Müslümanlık karşıtı Hıristiyan Avrupa’nın hiçbir zaman Türkiye’yi kabul etmeyeceği, Almanya’da bugünlerde gündeme gelen Ermeni soykırımı konusuyla karıştırılarak yorumlanıyor.
Hayalî bir düşman olarak bir “Üst Akıl” vurgulanıyor. “Yerli ve milli” kavramlaştırması hiç olmadığı kadar öne sürülüyor.
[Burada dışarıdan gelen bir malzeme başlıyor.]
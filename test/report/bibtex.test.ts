/**
 * BibTeX: every key the methods text cites has exactly one entry; entries are brace-balanced.
 */
import { describe, expect, it } from 'vitest';
import { bibtex, bibtexText } from '../../src/report/bibtex.ts';
import { WORKS, WORK_KEYS, citeText } from '../../src/report/citations.ts';
import { methodsText } from '../../src/report/methods.ts';
import type { AuditResult } from '../../src/types.ts';
import { activityFixture, weightsFixture } from '../fixtures/audit-result.ts';

/** Brace depth never below zero and back to zero at the end of every entry. */
function balanced(entry: string): boolean {
  let depth = 0;
  for (let i = 0; i < entry.length; i++) {
    const ch = entry[i];
    if (ch === '\\') { i++; continue; } // an escaped character (\{ \} \") does not count
    if (ch === '{') depth++;
    if (ch === '}') depth--;
    if (depth < 0) return false;
  }
  return depth === 0;
}

function cusumBh(): AuditResult {
  const r = activityFixture();
  r.drift!.chart = 'cusum';
  r.drift!.adjustment = 'bh';
  return r;
}

describe.each([
  ['activity', activityFixture()],
  ['activity, CUSUM + BH', cusumBh()],
  ['weights', weightsFixture()],
] as [string, AuditResult][])('methods citations of the %s fixture', (_n, result) => {
  const { plain, citations } = methodsText(result);
  const bib = bibtex(citations);

  it('cites by key, and each cited work appears in the text and once in the BibTeX', () => {
    // Weights audits cite the three measure papers (Hoyer, Hurley & Rickard, Joanes & Gill) and no
    // bootstrap work (no sampling interval); activity audits cite more.
    expect(citations.length).toBeGreaterThanOrEqual(3);
    for (const key of citations) {
      expect(plain).toContain(WORKS[key]!.short);
      expect(bib.match(new RegExp(`@\\w+\\{${key},`, 'g'))?.length).toBe(1);
    }
    // Conversely, every work whose in-text form is in the text is among the cited keys.
    for (const key of WORK_KEYS) if (plain.includes(WORKS[key]!.short)) expect(citations).toContain(key);
    expect(bib.match(/^@/gm)?.length).toBe(citations.length);
  });

  it('is brace-balanced entry by entry', () => {
    const entries = bib.split(/\n(?=@)/);
    expect(entries.length).toBe(citations.length);
    for (const e of entries) expect(balanced(e)).toBe(true);
  });
});

describe('bibtex', () => {
  it('writes every work by default with well-formed fields', () => {
    const all = bibtex();
    expect(all.match(/^@(article|book|misc)\{[a-z]+\d{4},$/gm)?.length).toBe(WORK_KEYS.length);
    for (const e of all.split(/\n(?=@)/)) {
      expect(balanced(e)).toBe(true);
      expect(e).toMatch(/\n {2}year = \{\d{4}\}/);
    }
  });

  it('writes accents and dashes the BibTeX way', () => {
    expect(bibtex(['kunsch1989'])).toContain('author = {K{\\"u}nsch, Hans R.}');
    expect(bibtex(['kunsch1989'])).toContain('pages = {1217--1241}');
    expect(bibtexText('Chapman & Hall')).toBe('Chapman \\& Hall');
  });

  it('gives DOIs only in DOI syntax', () => {
    for (const w of Object.values(WORKS)) if (w.doi) expect(w.doi).toMatch(/^10\.\d{4,9}\/\S+$/);
  });

  it('refuses unknown keys', () => {
    expect(() => bibtex(['nosuch2020'])).toThrow(/unknown citation key/);
    expect(() => citeText('nosuch2020')).toThrow(/unknown citation key/);
  });
});
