/**
 * The site-wide words in `_data/` (Eleventy's global data folder): JSON only, the README's
 * measure table generated from the same glossary the pages use, a level for every level the
 * code knows, and words for every finding code the code can emit.
 */
import { readdirSync, readFileSync, statSync } from 'node:fs';
import { join } from 'node:path';
import { describe, expect, it } from 'vitest';
import { findingKind, readmeMeasureTable, siteData } from '../../src/report/site-data.ts';
import { WORKS } from '../../src/report/citations.ts';
import { FINDING_LEVELS } from '../../src/types.ts';

function* files(dir: string): Generator<string> {
  for (const name of readdirSync(dir)) {
    const p = join(dir, name);
    if (statSync(p).isDirectory()) yield* files(p);
    else yield p;
  }
}

describe('_data/', () => {
  it('holds only JSON files, each of which parses (no executable .js data files)', () => {
    const all = [...files('_data')];
    expect(all.length).toBeGreaterThan(0);
    for (const f of all) {
      expect(f, 'only .json in _data').toMatch(/\.json$/);
      expect(() => JSON.parse(readFileSync(f, 'utf8')), f).not.toThrow();
    }
  });

  it('the README measure table is the one generated from _data/measures.json', () => {
    const readme = readFileSync('README.md', 'utf8');
    const at = readme.indexOf('| measure | formula | source |');
    const table = readme.slice(at, readme.indexOf('\n\n', at));
    expect(table).toBe(readmeMeasureTable());
  });

  it('every glossary citation is a known work; every level the code knows has its meaning', () => {
    for (const g of siteData().measures.glossary) for (const k of g.citations) expect(WORKS[k], `${g.term}: ${k}`).toBeDefined();
    expect([...siteData().levels.order].sort()).toEqual([...FINDING_LEVELS].sort());
    for (const l of FINDING_LEVELS) expect(siteData().levels.levels[l].meaning.length).toBeGreaterThan(20);
  });

  it('every finding code emitted in src/ has words (no code shown as a kind)', () => {
    const codes = new Set<string>();
    for (const f of files('src')) {
      if (!/\.ts$/.test(f)) continue;
      const text = readFileSync(f, 'utf8');
      for (const m of text.matchAll(/code: '([a-z0-9-]+)'/g)) codes.add(m[1]!);
      for (const m of text.matchAll(/add\('(?:exclude|caution|notice)', '([a-z0-9-]+)'/g)) codes.add(m[1]!);
    }
    expect(codes.size).toBeGreaterThan(15);
    const missing = [...codes].filter((c) => !(c in siteData().findings.kinds));
    expect(missing).toEqual([]);
    expect(findingKind('duplicate-units')).toBe('duplicated units');
  });
});
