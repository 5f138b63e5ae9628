/**
 * Summary table downloads. CSV is read back by a small RFC 4180 parser written here from the
 * RFC's grammar (RFC 4180 §2) and, where python3 is present, by Python's `csv` module.
 */
import { describe, expect, it } from 'vitest';
import { COLUMNS, CSV_DIGITS, escapeLatex, formatSig, markdownCell, summaryRows, toCsv, toLatex, toMarkdown, type SummaryRow } from '../../src/report/tables.ts';
import { activityFixture, weightsFixture } from '../fixtures/audit-result.ts';
import { hasScipy, runPython } from '../helpers/python.ts';

/** RFC 4180 §2: records end in CRLF; a field is quoted or not; inside quotes `""` is `"`, and CR, LF and `,` are data. */
function parseCsv(text: string): string[][] {
  const records: string[][] = [];
  let field = '';
  let rec: string[] = [];
  let i = 0;
  let quoted = false;
  while (i < text.length) {
    const ch = text[i]!;
    if (quoted) {
      if (ch === '"' && text[i + 1] === '"') { field += '"'; i += 2; continue; }
      if (ch === '"') { quoted = false; i++; continue; }
      field += ch; i++; continue;
    }
    if (ch === '"' && field === '') { quoted = true; i++; continue; }
    if (ch === ',') { rec.push(field); field = ''; i++; continue; }
    if (ch === '\r' && text[i + 1] === '\n') { rec.push(field); records.push(rec); rec = []; field = ''; i += 2; continue; }
    if (ch === '"' || ch === '\n' || ch === '\r') throw new Error(`bare ${JSON.stringify(ch)} at ${i}`);
    field += ch; i++;
  }
  if (field !== '' || rec.length) throw new Error('last record not ended by CRLF');
  return records;
}

const nasty: SummaryRow = {
  dataset: 'rig "B", left\r\nhemisphere',
  month: '2024-03',
  group: 'a|b & c_d 100% $5 #1 {x} ~y ^z \\w',
  measure: 'population_sparseness',
  estimate: 0.4948261737089201,
  lower: 1.23456789e-7,
  upper: null,
  level: 0.95,
  method: null,
  n: 5964,
  excluded: 0,
};

/** What a reader of the CSV should get back for a row: strings verbatim, numbers to CSV_DIGITS significant digits. */
function expected(r: SummaryRow): string[] {
  return COLUMNS.map((c) => {
    const v = r[c];
    if (v === null) return '';
    if (typeof v === 'number') return c === 'estimate' || c === 'lower' || c === 'upper' ? String(Number(v.toPrecision(CSV_DIGITS))) : String(v);
    return v;
  });
}

describe('summaryRows', () => {
  it('gives one row per dataset × measure, event measures prefixed', () => {
    const r = activityFixture();
    const rows = summaryRows(r);
    // Fixture: 7 measures in dataset 1, 5 + 1 event measure in dataset 2.
    expect(rows.length).toBe(13);
    const ps = rows.find((x) => x.dataset === 'rig-a-2024-01' && x.measure === 'population_sparseness')!;
    const m = r.datasets[0]!.measures.population_sparseness!;
    expect([ps.estimate, ps.lower, ps.upper, ps.level, ps.method, ps.n, ps.excluded]).toEqual([m.estimate, m.interval![0], m.interval![1], m.level, m.method, m.n, m.excluded]);
    expect(rows.some((x) => x.measure === 'event_population_sparseness')).toBe(true);
    const hoyer2 = rows.find((x) => x.dataset === 'rig-a-2024-02' && x.measure === 'hoyer')!;
    expect([hoyer2.lower, hoyer2.upper]).toEqual([null, null]);
  });
});

describe('formatSig', () => {
  it('rounds to the stated significant digits (by hand)', () => {
    expect(formatSig(0.4948261737089201, 4)).toBe('0.4948');
    expect(formatSig(4.4555, 2)).toBe('4.5'); // 4.4555 → 4.5 at 2 significant digits
    expect(formatSig(5964, 6)).toBe('5964');
    expect(formatSig(1.23456789e-7, 3)).toBe('1.23e-7');
  });
});

describe('toCsv (RFC 4180)', () => {
  const rows = [...summaryRows(activityFixture()), ...summaryRows(weightsFixture()), nasty];
  const csv = toCsv(rows);

  it('parses back to the rows with an independent parser', () => {
    const parsed = parseCsv(csv);
    expect(parsed[0]).toEqual([...COLUMNS]);
    expect(parsed.slice(1)).toEqual(rows.map(expected));
  });

  it('quotes only fields that need it and doubles quotes', () => {
    expect(csv).toContain('"rig ""B"", left\r\nhemisphere"');
    expect(csv.split('\r\n')[1]!.startsWith('rig-a-2024-01,2024-01,rig A,population_sparseness,')).toBe(true);
  });

  describe.skipIf(!hasScipy)('read by Python’s csv module', () => {
    it('gives the same records', () => {
      const got = runPython<string[][]>('import csv, io\nprint(json.dumps(list(csv.reader(io.StringIO(inp, newline="")))))', csv);
      expect(got).toEqual([[...COLUMNS], ...rows.map(expected)]);
    });
  });
});

describe('toMarkdown', () => {
  it('escapes pipes so every line has exactly the column count', () => {
    const md = toMarkdown([nasty, ...summaryRows(activityFixture())]);
    const lines = md.trimEnd().split('\n');
    for (const line of lines) {
      // Split on pipes not preceded by a backslash (GFM cell rule); drop the outer empties.
      const cells = line.split(/(?<!\\)\|/).slice(1, -1);
      expect(cells.length).toBe(COLUMNS.length);
    }
    expect(md).toContain('a\\|b');
    expect(md).toContain('\\\\w'); // a backslash is doubled before pipes are escaped
    expect(md).not.toMatch(/hemisphere\r?\n/); // line breaks in a cell become spaces
    expect(markdownCell('x|y')).toBe('x\\|y');
    expect(md).toContain('| — |'); // missing upper bound
  });
});

describe('toLatex', () => {
  it('escapes each LaTeX special (LaTeX 2e manual: the ten special characters)', () => {
    const cases: [string, string][] = [
      ['\\', '\\textbackslash{}'],
      ['&', '\\&'],
      ['%', '\\%'],
      ['$', '\\$'],
      ['#', '\\#'],
      ['_', '\\_'],
      ['{', '\\{'],
      ['}', '\\}'],
      ['~', '\\textasciitilde{}'],
      ['^', '\\textasciicircum{}'],
    ];
    for (const [raw, esc] of cases) expect(escapeLatex(`a${raw}b`)).toBe(`a${esc}b`);
    // One pass: the braces added for \textbackslash{} are not escaped again.
    expect(escapeLatex('\\{')).toBe('\\textbackslash{}\\{');
  });

  it('writes a booktabs tabular with escaped cells', () => {
    const tex = toLatex([nasty]);
    expect(tex).toMatch(/^\\begin\{tabular\}\{llllrrrrlrr\}\n\\toprule\n/);
    expect(tex).toContain('\\midrule');
    expect(tex).toContain('\\bottomrule\n\\end{tabular}');
    expect(tex).toContain('a|b \\& c\\_d 100\\% \\$5 \\#1 \\{x\\} \\textasciitilde{}y \\textasciicircum{}z \\textbackslash{}w');
    expect(tex).toContain('population\\_sparseness');
    // Body line: after removing escapes and the row end, no raw special is left.
    const body = tex.split('\n')[4]!.replace(/ \\\\$/, '');
    const stripped = body.replace(/\\(textbackslash|textasciitilde|textasciicircum)\{\}/g, '').replace(/\\[&%$#_{}]/g, '');
    // `&` are the column separators; every other special must have been escaped.
    expect(stripped).not.toMatch(/[\\%$#_{}~^]/);
    expect(stripped.split('&').length).toBe(COLUMNS.length);
  });
});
Hükümet cephesinden konuşan herkesin cümle içinde en az bir kere cumhurbaşkanına saygılarını belirtmesi, üzerinde anlaşılmış bir kural muamelesi görüyor.
Erdoğan’ın bilinen tevazuu bilinmeyen bir gerekçeyle bir süre için (en azından şimdilik) rafa kaldırılmış gibi görünüyor.
Sanki elinde tuttuğu devlet aygıtıyla birlikte AK Parti, Erdoğan liderliğinde bir büyük değişim için kadrolarında ve tabanında yeni bir konsolidasyona, bir saflar sıklaşmasına, yapısal bir dönüşüme girişiyor gibi görünüyor.
Hazırlanan başkanlık sistemi, üzerinde sağlıklı bir tartışma yapılabilecek içerikten halen yoksunken; AK Parti’nin en büyük vaadi olan Yeni Anayasa belirsizlikte bir görünüp bir kaybolurken; Suriye’de savaş yeni boyutlar kazanırken; bir yandan PKK ile kent savaşlarının sonu gelir ve diğer yandan işin nereye evrileceği yeni bir belirsizliğe yuvarlanırken; üzerinde hem AK Parti ve hem de muhalefet tarafından fırtınalar koparılmış “dokunulmazlıklar” 12 gündür Erdoğan’ın imzasını beklerken…
Türkiye ile AB arasında Ege Denizi’nin yeni kurbanlar almayacağı bir anlaşma ile AK Parti’nin değişime şartlanmış kafalarının geçmiş yöntem ve başarılarını hatırlamaları ümit ediliyor.